The signaling molecule Sonic Hedgehog (Shh) creates a gradient in the developing vertebrate embryo that controls a series of genes that in turn determine cell type in the developing brain and skull. The figure shows the gradient as being at the very anterior part of the face. The light grayish strips in the diagrams show where Shh is expressed. In the far-left panel, this signaling protein is turned on full blast in the normal developing embryo. It signals the production of all of the proteins and all are made (white, light gray, dark gray, and black), and the normal eye field knows where to develop above the black protein. The gray protein nearest to Shh needs the most Shh in order to be expressed, and the different-shaded gray, white, and black proteins need intermediate amounts. In the second panel, some of the Shh has been stripped away. When this happens, the light gray protein closest to the Shh protein doesn’t get expressed, as shown in the third panel. As more and more of the Shh gets stripped away, the white, light gray, and black genes don’t have enough Shh to turn on, and so their activity is ablated, as shown in the fourth panel. The fifth panel shows the result when all of the Shh gradient is removed, and the sixth panel shows that the eye field has moved to the very bottom of the developing brain and that both eyes have overlapped, producing a Cyclops-looking creature.

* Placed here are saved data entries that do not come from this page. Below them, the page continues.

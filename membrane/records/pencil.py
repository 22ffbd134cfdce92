"""The pencil: stiffness and mass as sums of named parts on one space."""

from __future__ import annotations

from dataclasses import dataclass
from functools import cached_property
from typing import Any

import numpy as np

from membrane.records.arrays import Floats, Ints
from membrane.records.mesh import Mesh


@dataclass(frozen=True)
class Space:
    """Continuous piecewise polynomials on a mesh.

    degree : of the polynomials
    element_dofs : (n_local, n_triangles), ordered as ``membrane.triangle.nodes(degree)``
    locations : (2, n_dofs), metres
    free : (n_free,), the dofs that no fixed edge holds
    """

    mesh: Mesh
    degree: int
    element_dofs: Ints
    locations: Floats
    free: Ints

    @property
    def dofs(self) -> int:
        """How many dofs there are, held ones included."""
        return int(self.locations.shape[1])


@dataclass(frozen=True)
class Part:
    """A matrix on the free dofs and the study key that scales it.

    matrix : (n_free, n_free) sparse, symmetric, for the key at 1 SI unit
    """

    key: str
    scale: float
    matrix: Any


@dataclass(frozen=True)
class Pencil:
    """K = sum of stiffness parts, M = sum of mass parts; K u = lambda M u."""

    space: Space
    stiffness: tuple[Part, ...]
    mass: tuple[Part, ...]
    moves_rigidly: bool

    @cached_property
    def K(self) -> Any:
        """(n_free, n_free) CSC, N/m: symmetric, positive (semi)definite."""
        return _combine(self.stiffness)

    @cached_property
    def M(self) -> Any:
        """(n_free, n_free) CSC, kg: symmetric, positive definite."""
        return _combine(self.mass)


def _combine(parts: tuple[Part, ...]) -> Any:
    """The sum of all parts at once: one by one, many small ones would take long."""
    from scipy.sparse import coo_array, csc_array

    first = parts[0].matrix
    if all(_alike(part.matrix, first) for part in parts):
        data = sum(part.scale * part.matrix.data for part in parts)
        return csc_array((data, first.indices, first.indptr), shape=first.shape)
    entries = [coo_array(part.matrix) for part in parts]
    data = np.concatenate([p.scale * e.data for p, e in zip(parts, entries, strict=True)])
    rows, columns = (np.concatenate([e.coords[axis] for e in entries]) for axis in (0, 1))
    return csc_array((data, (rows, columns)), shape=parts[0].matrix.shape)


def _alike(A: Any, B: Any) -> bool:
    """Whether two symmetric matrices share one pattern, by rows or by columns."""
    return A.format in ("csr", "csc") and getattr(B, "indices", None) is A.indices
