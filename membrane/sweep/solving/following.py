"""The branches of a sweep: the modes of one point carried on to its neighbours on the grid."""

from __future__ import annotations

from collections.abc import Mapping, Sequence

import numpy as np
from threadpoolctl import threadpool_limits

from membrane.branches import Followed, Shapes, follow_grid
from membrane.branches.walk import GUARDS
from membrane.records.arrays import Ints
from membrane.records.sweep import Pick
from membrane.sweep.branched import Branches, in_order
from membrane.sweep.points import Point, Points
from membrane.sweep.solving.reduced import ReducedSolves
from membrane.sweep.solving.shapes import shapes_at
from membrane.wording import listed


def why_not_followed(points: Points) -> str:
    """The sentence that says why branches cannot be followed; "" where they can."""
    sweep = points.sweep
    if sweep.pick is not Pick.GRID:
        return f'they are followed along the axes of a grid, not with pick = "{sweep.pick}".'
    shaping = [axis.key for axis, shapes in zip(sweep.axes, points.shaping, strict=True) if shapes]
    if shaping:
        return f"modes cannot be followed from mesh to mesh, as {listed(shaping)} would need."
    return ""


def followed(solves: ReducedSolves, points: Points, count: int) -> Branches:
    """The branches of the lowest ``count`` modes, along the first axis from along the others.

    Places on the way count the values of an axis, so that steps are fine where these are close.
    Raises MembraneError where the modes at a place cannot be found.
    """
    axes = points.sweep.axes
    orders = [in_order(axis) for axis in axes]
    places = [np.array(range(len(order)), dtype=float) for order in orders]
    values = [np.array(axis.values)[order] for axis, order in zip(axes, orders, strict=True)]

    def modes_at(*at: float) -> Shapes:
        ways = zip(at, places, values, strict=True)
        point = Point(0, tuple(float(np.interp(one, steps, v)) for one, steps, v in ways))
        return shapes_at(solves, point, count + GUARDS)

    with threadpool_limits(limits=1, user_api="blas"):
        return _gathered(follow_grid(modes_at, places, count), orders)


def _gathered(rows: Mapping[tuple[int, ...], Followed], orders: Sequence[Ints]) -> Branches:
    """Branches in the order of the points' numbers; the last axis runs fastest.

    orders : where the places that were walked are on their axes
    """
    shape = tuple(map(len, orders))
    count = next(iter(rows.values())).branches.shape[1]
    found = np.zeros((int(np.prod(shape)), count), dtype=np.int64)
    lost = []
    for others, row in rows.items():
        ends = [int(order[place]) for order, place in zip(orders[1:], others, strict=True)]
        walked = np.ravel_multi_index((orders[0], *ends), shape)
        found[walked] = row.branches
        lost += [(ended.branch, 1 + int(walked[int(ended.place)])) for ended in row.lost]
    return Branches(found, tuple(lost))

Figure 3.2. Thomas Jessel’s hedgehog gradient explanation for where eyes develop on the head. The different filled dots represent four proteins that need to be made for the eyes to be placed normally on the head. The gray strips near the bottom of the developing brain represent the expression amount of Shh, which controls the production of the four proteins. Where the eyes are pictured represents their final position after development. See box 3.2 for details.

This Cyclops phenomenon actually occurs in nature. Cattle or sheep that eat the false hellebore (plants in the genus Veratrum) ingest large amounts of alkaloids that are sequestered in the plants. It turns out that these alkaloids block production of proteins in the hedgehog pathway, hence producing a situation like the one in the far-right panel of the figure. The Cyclops produced by the knockdown of Shh production in these animals is striking, but it also gives us a way to visualize how the various placement of eyes on the heads of vertebrates might have evolved. Many genes are involved in the layout of the nervous system in the head and eyes and thus influence where the eyes are placed. But tweaking the signals that these genes are interacting with slightly is a perfectly logical and productive way to think about how nature can tinker with field of vision. Human development has settled on a specific field of vision connected sharply to how the nervous system and eyes evolved, and we are stuck with the relatively paltry field of vision we have. So, we are not very good with respect to field of vision compared to other animals, but at least we know why.